The Idea Factory

Is 3-D sound the future of audio?

New technologies enable listeners to fully immerse themselves in an aural environment

Is it possible to close your eyes and trick your mind into thinking you're in a completely different place? 3-D sound hopes to provide that kind of immersive experience, putting you right in the middle of a crowded street or an opera house — all without leaving your living room.

3-D movies have become the norm for big summer blockbusters, but haven't quite made the jump into people's homes, despite the fact that technology companies have been relentlessly pushing them on consumers. 3-D sound, on the other hand, is a largely forgotten technology with far more potential for mass adoption.

We're not talking about surround sound, but a true-to-life listening experience that mimics what we experience every day. While surround sound is meant to engulf a listener (or viewer), 3-D sound is meant to provide an accurate representation of sound location. A listener with closed eyes should be able to sense the size of the room where the event was recorded, and pick out where each sound originated from.

More and more, 3-D sound projects are popping up. So what are some interesting uses of the technology?

Hooke is a pair of wireless headphones that not only emit sound, but can record it as well. Two microphones are placed at your ears, which allows the headset to record binaurally and play back the sounds the way the person originally heard them in their environment. (Imagine a surfer recording his experience of being in the tunnel of a wave, for example.) Hooke recently finished a successful crowd-funding campaign, and the headphones should be on the market in the next few months.

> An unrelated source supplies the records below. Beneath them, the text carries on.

When the backend enforces a unique key holding each individual to K <= most_rows counted rows
(the individual column alone: K = 1; with a grouped date: K days) and no bound is chosen, the
rewrite skips the per-individual steps. Checked here on real PostgreSQL: which constraints
count (only enforced, non-partial, immediate ones on plain columns of an ordinary table, whose
other columns are grouped by over few enough declared values of a type taking no others), that
the fast query's noise-free cells equal the per-individual query's and PostgreSQL's own answer,
that removing one household moves each measure by no more than the sensitivity stated, and that
the engine's EXPLAIN and notes say what is applied.
"""

from __future__ import annotations

import textwrap
from decimal import Decimal
from pathlib import Path

import psycopg
import pytest

from proxy.backend import Backend
from proxy.engine import Engine
from proxy.ledger import Ledger
from proxy.policy import Policies, load_policies
from proxy.spark_backend import SparkBackend
from proxy.sql.analyse import analyse
from proxy.sql.rewrite import rewrite, whole_step_columns
from tests.bounds_helpers import run_with_bounds
from tests.policy_fixtures import DUMMY_VERIFIER

# Every table has the same columns; the policy of each differs only in name, source, most_rows
# and bounds. (The daily tables below share its first part.)
HOUSEHOLD = """
table = "{name}"
source = "{schema}.{source}"

[individual]
column = "household_id"
population = "homes"
most_rows = {most_rows}
bounds = "{bounds}"

[columns.household_id]
kind = "integer"
range = [1, 100000]

[columns.district]
kind = "category"
values = ["Northbank", "Old Mill", "Harbourside"]
"""
TABLE = HOUSEHOLD + """
[columns.occupants]
kind = "integer"
range = [1, 8]

[columns.floor_area]
kind = "number"
range = [20, 300]
step = 0.5
"""

# Source relations over the same rows, each with a different (or no) uniqueness on household_id.
# The unique keys the database enforces there, as ``Backend.unique_keys`` should read them.
ALONE = frozenset({frozenset({"household_id"})})
SOURCES = {
    "keyed": (ALONE, "ALTER TABLE homes.keyed ADD PRIMARY KEY (household_id)"),
    "unique_nulls": (ALONE, "ALTER TABLE homes.unique_nulls ADD UNIQUE (household_id)"),
    "plain": (frozenset(), ""),
    "partial": (frozenset(), "CREATE UNIQUE INDEX ON homes.partial (household_id) "
                             "WHERE household_id > 10"),
    # A key of two columns (module notes 8: it holds a household to one row per district).
    "pair": (frozenset({frozenset({"household_id", "district"})}),
             "ALTER TABLE homes.pair ADD UNIQUE (household_id, district)"),
    # Not a key of columns: an expression, a non-default equality, an INCLUDE column.
    "lowered": (frozenset(), "CREATE UNIQUE INDEX ON homes.lowered (household_id, lower(district))"),
    "patterned": (frozenset(), "CREATE UNIQUE INDEX ON homes.patterned "
                               "(household_id, district text_pattern_ops)"),
    "included": (ALONE, "CREATE UNIQUE INDEX ON homes.included (household_id) INCLUDE (district)"),
    "deferred": (frozenset(), "ALTER TABLE homes.deferred ADD UNIQUE (household_id) "
                              "DEFERRABLE INITIALLY IMMEDIATE"),
    # A primary key on the parent, but the child's rows (which it does not cover) are read too.
    "parent": (frozenset(), "ALTER TABLE homes.parent ADD PRIMARY KEY (household_id); "
                            "CREATE TABLE homes.child () INHERITS (homes.parent); "
                            "INSERT INTO homes.child SELECT * FROM homes.parent WHERE household_id < 50"),
    "view": (frozenset(), None),
}
HOUSEHOLDS = 900


def _load(dsn: str) -> None:
    """The same invented households in each source: occupants and floor areas partly outside the
    declared ranges, NULL areas, districts outside the domain; rows without an individual in the
    tables that allow them."""
    with psycopg.connect(dsn, autocommit=True) as conn:
        conn.execute("DROP SCHEMA IF EXISTS homes CASCADE; CREATE SCHEMA homes")
        rows = f"""
            SELECT g AS household_id,
                   (ARRAY['Northbank', 'Old Mill', 'Harbourside', 'Riverside'])[1 + g % 4] AS district,
                   CASE WHEN g % 31 = 0 THEN 12 WHEN g % 37 = 0 THEN 0 ELSE 1 + g % 6 END AS occupants,
                   CASE WHEN g % 23 = 0 THEN NULL WHEN g % 41 = 0 THEN 900.25
                        ELSE 18 + (g * 7) % 250 + (g % 4) * 0.25 END::numeric(6, 2) AS floor_area
            FROM generate_series(1, {HOUSEHOLDS}) AS g"""
        for name, (_, constraint) in SOURCES.items():
            if constraint is None:
                continue
            conn.execute(f"CREATE TABLE homes.{name} AS {rows}")
            if name in ("unique_nulls", "plain"):  # rows of no identifiable household
                conn.execute(f"INSERT INTO homes.{name} SELECT NULL, 'Old Mill', 3, 50 "
                             "FROM generate_series(1, 7)")
            if constraint:
                conn.execute(constraint)
        conn.execute("CREATE VIEW homes.view AS SELECT * FROM homes.keyed")


def _policies(root: Path, tables: dict[str, tuple[object, ...]], text: str = TABLE,
              schema: str = "homes") -> Policies:
    """A policy folder: table name -> (source in ``schema``, most_rows, bounds, and any further
    fields of ``text``) written into ``text``, all granted to ``tester``."""
    (root / "tables").mkdir(parents=True)
    fields = ("source", "most_rows", "bounds", "last")
    for name, values in tables.items():
        (root / "tables" / f"{name}.toml").write_text(
            text.format(name=name, schema=schema, **dict(zip(fields, values))))
    (root / "access.toml").write_text(textwrap.dedent(f"""
        [defaults]
        epsilon_per_query = 1.0
        largest_epsilon_per_query = 100

        [analysts.tester]
        password = "{DUMMY_VERIFIER}"
        budget = 1000
        tables = {list(tables)!r}
        """).replace("'", '"'))
    return load_policies(root)


@pytest.fixture(scope="module")
def homes(module_dsn: str, tmp_path_factory: pytest.TempPathFactory):
    _load(module_dsn)
    policies = _policies(tmp_path_factory.mktemp("policies"), {
        **{name: (name, 1, "chosen") for name in SOURCES},
        "keyed_declared": ("keyed", 3, "declared"),
        "keyed_chosen": ("keyed", 3, "chosen")})
    backend = Backend(module_dsn, pool_size=2)
    engine = Engine(policies, backend, Ledger(module_dsn, schema="ledger_one_row"))
    with psycopg.connect(module_dsn) as conn:
        yield conn, policies, engine
    engine.close()


QUERIES = [
    "SELECT COUNT(*) FROM {t} WHERE occupants = 3",
    "SELECT district, COUNT(*), SUM(occupants), AVG(occupants), COUNT(DISTINCT household_id) "
    "FROM {t} GROUP BY district",
    "SELECT district, SUM(floor_area), COUNT(floor_area) FROM {t} WHERE occupants >= 2 "
    "GROUP BY district",
]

"What our studies have found is that people demand a better experience, one that comes as close to the real thing in lieu of actually being there. Sound is the glue that ties all of our senses together," says Hooke founder Anthony Mattana. "3-D audio is the magic that is difference between just a recording and sharing an actual experience. Imagine feeling the same thing far away from the person who was actually there all through sound. With Hooke this is finally possible."

Another recent promising endeavor is the Sound City Project, which also tries to accurately reproduce sound as if the listener were actually there. Started by David Vale, the website features a list of cities around the world where you can virtually stand on the street and listen to the surrounding noise.

The website is beautifully designed, replete with panoramas that visually enhance the aural experience. You can not only soak in the sounds of New York City, but also rotate the image on screen and hear how the sounds change within a 360-degree radius. To achieve the effect, Vale and his partners had to create an "audio head" that contained four microphones placed 90 degrees apart — like two sets of ears. All four channels were then mixed together, so that listeners always hear accurate 3-D sound, no matter how they're positioned.

Thunderspace is an app that uses high-definition binaural recordings to get 3-D sound. The app features recordings of different types of rainstorms — including those with thunder, naturally — which are meant to be extremely relaxing when used with a pair of headphones. That's not all; Thunderspace even enables the phone's camera flash to strobe like lightning. And there's an update that allows internet-connected fans to blow in unison with the sounds from the app.

Thunderspace's creator, Franz Bruckhoff, has also released other sound apps, including Windy. Similar to Thunderspace, Windy is a noise machine featuring wind recorded in stereoscopic 3-D.

There are other good examples of 3-D sound on Science Uncovered's Tumblr page, even if some of them are not so new. One of the coolest showcases the work of Princeton professor Edgar Choueiri, who has developed special filters that allow a person to experience 3-D sound from two traditionally placed speakers — left and right. The trick is to disable the crosstalk so that your left ear only hears sound from the left speaker and the same on the right. A video about Choueiri's work also lets users hear actual 3-D sounds from laptop speakers.

It all goes to show 3-D sound has long been here — and only keeps getting more interesting.